> **Task to carry out**
Search the data for the word "dirname" and copy every line where it occurs.

[Saved data entries]
╭──
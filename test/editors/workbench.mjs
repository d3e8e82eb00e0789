#!/usr/bin/env node
// Scripted look at eigenlens in the real VS Code workbench (opt-in: `npm run look`).
//
// Packages the .vsix, installs the open-source VS Code workbench (code-server, from the npm
// registry, into a cache outside the repository), installs the .vsix into a fresh profile,
// opens each demo file in headless Chromium, hovers the state matrix like a user and saves
// screenshots plus the text the workbench shows (hover, code lenses, squiggles) into
// .editor-look/ (gitignored). A person then looks at the pictures: this is not a test with
// a verdict, it prints what it saw and where the pictures are.
//
// Usage: node test/editors/workbench.mjs [--files a.py,b.lti] [--out DIR] [--no-package]
//                                         [--install-only] [--keep]
// Environment: EIGENLENS_LOOK_HOME (cache, default ~/.cache/eigenlens-look),
//              CHROMIUM (browser, default /usr/bin/chromium).
// Needs: Node 20, the npm registry once (then offline), Debian chromium, ripgrep, g++, make,
// python3, libkrb5-dev (native modules of the workbench are compiled from source).
import { execFileSync, spawn } from 'node:child_process';
import { copyFileSync, existsSync, mkdirSync, mkdtempSync, readdirSync, readFileSync, rmSync, statSync, symlinkSync, writeFileSync } from 'node:fs';
import { createRequire } from 'node:module';
import { createServer } from 'node:net';
import { homedir, tmpdir } from 'node:os';
import { basename, dirname, join, relative, resolve } from 'node:path';
import { fileURLToPath } from 'node:url';

const WORKBENCH_VERSION = '4.100.3'; // VS Code 1.100.3: the newest code-server whose engines.node is 20
const DRIVER_VERSION = '1.65.1'; // playwright-core; drives the system chromium, downloads no browser
const repo = resolve(dirname(fileURLToPath(import.meta.url)), '..', '..');
const cache = resolve(process.env.EIGENLENS_LOOK_HOME ?? join(homedir(), '.cache', 'eigenlens-look'));
const chromiumPath = process.env.CHROMIUM ?? '/usr/bin/chromium';

const args = parseArgs(process.argv.slice(2));
const started = Date.now();
const say = (line) => console.log(`[look ${((Date.now() - started) / 1000).toFixed(1)}s] ${line}`);

// ----------------------------------------------------------------------------------------
// Installing the workbench and the browser driver (idempotent; a marker file per version)

function run(cmd, cmdArgs, options = {}) {
  execFileSync(cmd, cmdArgs, { stdio: ['ignore', 'inherit', 'inherit'], ...options });
}

function installWorkbench() {
  const root = join(cache, 'workbench');
  const marker = join(root, `.ready-${WORKBENCH_VERSION}`);
  const entry = join(root, 'node_modules', 'code-server', 'out', 'node', 'entry.js');
  if (existsSync(marker)) return entry;
  say(`installing the workbench ${WORKBENCH_VERSION} into ${root} (a few minutes, once)`);
  for (const tool of ['rg', 'g++', 'make', 'python3']) {
    try {
      execFileSync('sh', ['-c', `command -v ${tool}`], { stdio: 'ignore' });
    } catch {
      throw new Error(`${tool} is missing; on Debian: apt-get install ripgrep g++ make python3 libkrb5-dev chromium`);
    }
  }
  rmSync(root, { recursive: true, force: true });
  mkdirSync(root, { recursive: true });
  writeFileSync(join(root, 'package.json'), JSON.stringify({ name: 'eigenlens-look-workbench', private: true }));
  const npmEnv = {
    ...process.env,
    // node-gyp: use the headers of the running Node instead of downloading them.
    npm_config_nodedir: resolve(dirname(process.execPath), '..'),
    // node-pty's build runs `npx node-gyp`, which must not stop to ask.
    npm_config_yes: 'true',
  };
  const quiet = ['--no-audit', '--no-fund', '--loglevel=error'];
  // Install scripts off at first: some would download binaries from outside the npm registry.
  run('npm', ['install', '--ignore-scripts', ...quiet, `code-server@${WORKBENCH_VERSION}`], { cwd: root, env: npmEnv });
  const pkg = join(root, 'node_modules', 'code-server');
  run('npm', ['rebuild', 'argon2', ...quiet], { cwd: root, env: npmEnv });
  const vscodeDir = join(pkg, 'lib', 'vscode');
  run('npm', ['install', '--omit=dev', '--ignore-scripts', ...quiet], { cwd: vscodeDir, env: npmEnv });
  // The search binary comes from Debian; with bin/ present, its package's own script is a no-op.
  const rgBin = join(vscodeDir, 'node_modules', '@vscode', 'ripgrep', 'bin');
  mkdirSync(rgBin, { recursive: true });
  rmSync(join(rgBin, 'rg'), { force: true });
  symlinkSync(execFileSync('sh', ['-c', 'command -v rg'], { encoding: 'utf8' }).trim(), join(rgBin, 'rg'));
  run('npm', ['rebuild', ...quiet], { cwd: vscodeDir, env: npmEnv }); // now compile native modules
  // What code-server's own postinstall would have done.
  rmSync(join(vscodeDir, 'node_modules.asar'), { recursive: true, force: true });
  symlinkSync('node_modules', join(vscodeDir, 'node_modules.asar'));
  const link = (dir, target, name) => {
    rmSync(join(dir, name), { force: true });
    symlinkSync(target, join(dir, name));
  };
  link(join(vscodeDir, 'bin', 'remote-cli'), 'code-linux.sh', 'code-server');
  link(join(vscodeDir, 'bin', 'helpers'), 'browser-linux.sh', 'browser.sh');
  run('npm', ['install', '--omit=dev', ...quiet], { cwd: join(vscodeDir, 'extensions'), env: npmEnv });
  writeFileSync(marker, new Date().toISOString());
  say('workbench installed');
  return entry;
}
╰──
> **Exercise result**
import { basename, dirname, join, relative, resolve } from 'node:path';
const repo = resolve(dirname(fileURLToPath(import.meta.url)), '..', '..');
    npm_config_nodedir: resolve(dirname(process.execPath), '..'),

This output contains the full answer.